Which is why I followed that with "If she is expected to do different work then that work should be held to the same standards as the other children's work, but if they are not expected to redo messy work or redo wrong answers then she should not be expected to redo messy work or redo correct(!!!) answers."
I agree in differentiation, but I also believe in fairness. It is one thing to do work at a different level, quite another to be held to a different standard on that work. If no one else has to redo messy work, a gifty shouldn't either. If no one else has to redo their correct answers, a gifty shouldn't either. It is one thing to get appropriate work. It is a totally different issue if the child is being held to an unreasonable standard compared to the other children.
All this stuff you are saying above, it just doesn't make sense to me. I can't understand how you think that your child is so fragile that she has to be treated 'just so.' I think you are trying to 'cut hairs' here in a way that no one could be expected to follow. It
is totally unfair to you and your family that your child was even placed in this classroom to start with. And it
is unfair that no one at the school can see who she is and what she needs. And it
is unfair that this falls in your lap to fix or let remain unfixed. Totally unfair. But saying that it's unfair isn't going to change anything - problem solving will, so vent here all you want, but then I recommend for you to find a way to be at peace with the unfairness of the situation so you can problem solve.
When this happens the child becomes separated from the group in a very non-positive manner. The child's gifts become curses and they are trained to be perfectionists.
Personally, I think that it's inherently rude to try and change the way a teacher teachers. ( And I've gotten away with it many times - but it is still an inherently rude thing to do. I've been desperate!) I believe that lots of bad things like perfectionism and social isolation come from being in the wrong classroom. In my experience, when the gap between what the teacher does and what the child needs is so big, the solution is to move the child to a room where the gap won't be so big. It isn't your fault that there are no good alternatives. It just the reality of this current moment.

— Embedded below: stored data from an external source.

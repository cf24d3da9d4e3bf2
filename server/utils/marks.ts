import type { Db } from './db'

type MarkRow = { x_nm: number, y_nm: number, height_nm: number, score: number, species?: string }

/**
 * Saves a new version of a scan's marks. `baseVersion` is the version the editor started from:
 * if someone saved meanwhile, the caller is told to reload instead of overwriting their work.
 */
export async function saveMarkSet(db: Db, opts: { scanId: number, userId: number, marks: MarkRow[], baseVersion: number | null, source: 'detect' | 'edit' | 'import', params?: Record<string, unknown> }) {
  const latest = await latestMarks(db, opts.scanId)
  const current = latest?.version ?? 0
  if (opts.baseVersion !== null && opts.baseVersion !== current) {
    throw createError({ statusCode: 409, message: `These marks were changed meanwhile (version ${current} is newer than your ${opts.baseVersion}). Reload to see them; your edit was not saved.`, data: { field: 'base_version', current } })
  }
  // The unique (scan, version) index turns a race between two savers into a conflict, not a loss.
  try {
    const [row] = await db.insert(schema.markSets).values({
      scan_id: opts.scanId, version: current + 1, source: opts.source, params: opts.params ?? null,
      marks: opts.marks, count: opts.marks.length, created_by: opts.userId,
    }).returning()
    return row!
  }
  catch (e) {
    if (String((e as Error).message).includes('UNIQUE')) throw createError({ statusCode: 409, message: 'These marks were changed meanwhile. Reload to see them; your edit was not saved.', data: { field: 'base_version' } })
    throw e
  }
}
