import type { H3Event } from 'h3'
import type { Role } from '#shared/roles'

/** requireLabRole for a row found by its id: a caller outside its lab gets "No such <what>" (404). */
export async function requireRowLab(event: H3Event, labId: number, needed: Role, what: string) {
  try {
    return await requireLabRole(event, labId, needed)
  }
  catch (e) {
    if ((e as { statusCode?: number }).statusCode === 404) throw createError({ statusCode: 404, message: `No such ${what}` })
    throw e
  }
}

P.S. I didn't even comment about the bathroom thing because it was just so over the top imo. I see the point, but NO child should have to go through that.
I totally disagree. I think that every child goes through stuff like this. Kerry, your daughter is strong enough, and she may need to learn some coping skills here. I think that this is a great opportunity to connect with the teacher and to help your daughter connect with her own power. This is a normal and reasonable topic that is your ticket into the Teacher's attention, and could be the start of some real positive change.
Kerry, I can promise that we Gifties have an almost unending supply of grudges, both because of the culture we live in that does real harm and really is unfair, and because we are Gifted with the ability to see how good things could be if they were jussssst a little bit different. Or a lot! And we have the Intensity to get worked up about it, and the vivid memory to keep it fresh. This is what I understand 'Outer Directed Perfectionism (ODP)to be. I think ODP is a gift to the world, but it has to be used with great caution and wisdom and finesse. And that takes practice and mistakes - which are normal, no matter what our IDP (inner directed perfectionism) says!
If you hate what I am saying, that's fine with me, but do find someone that you know and trust and get some feedback on this issue, ok? I'm getting way too strong a vibe that you are facing a situation that is throwing you into strong feelings of being unsafe and unsupported and in danger, and that isn't the best frame of mind for problem solving.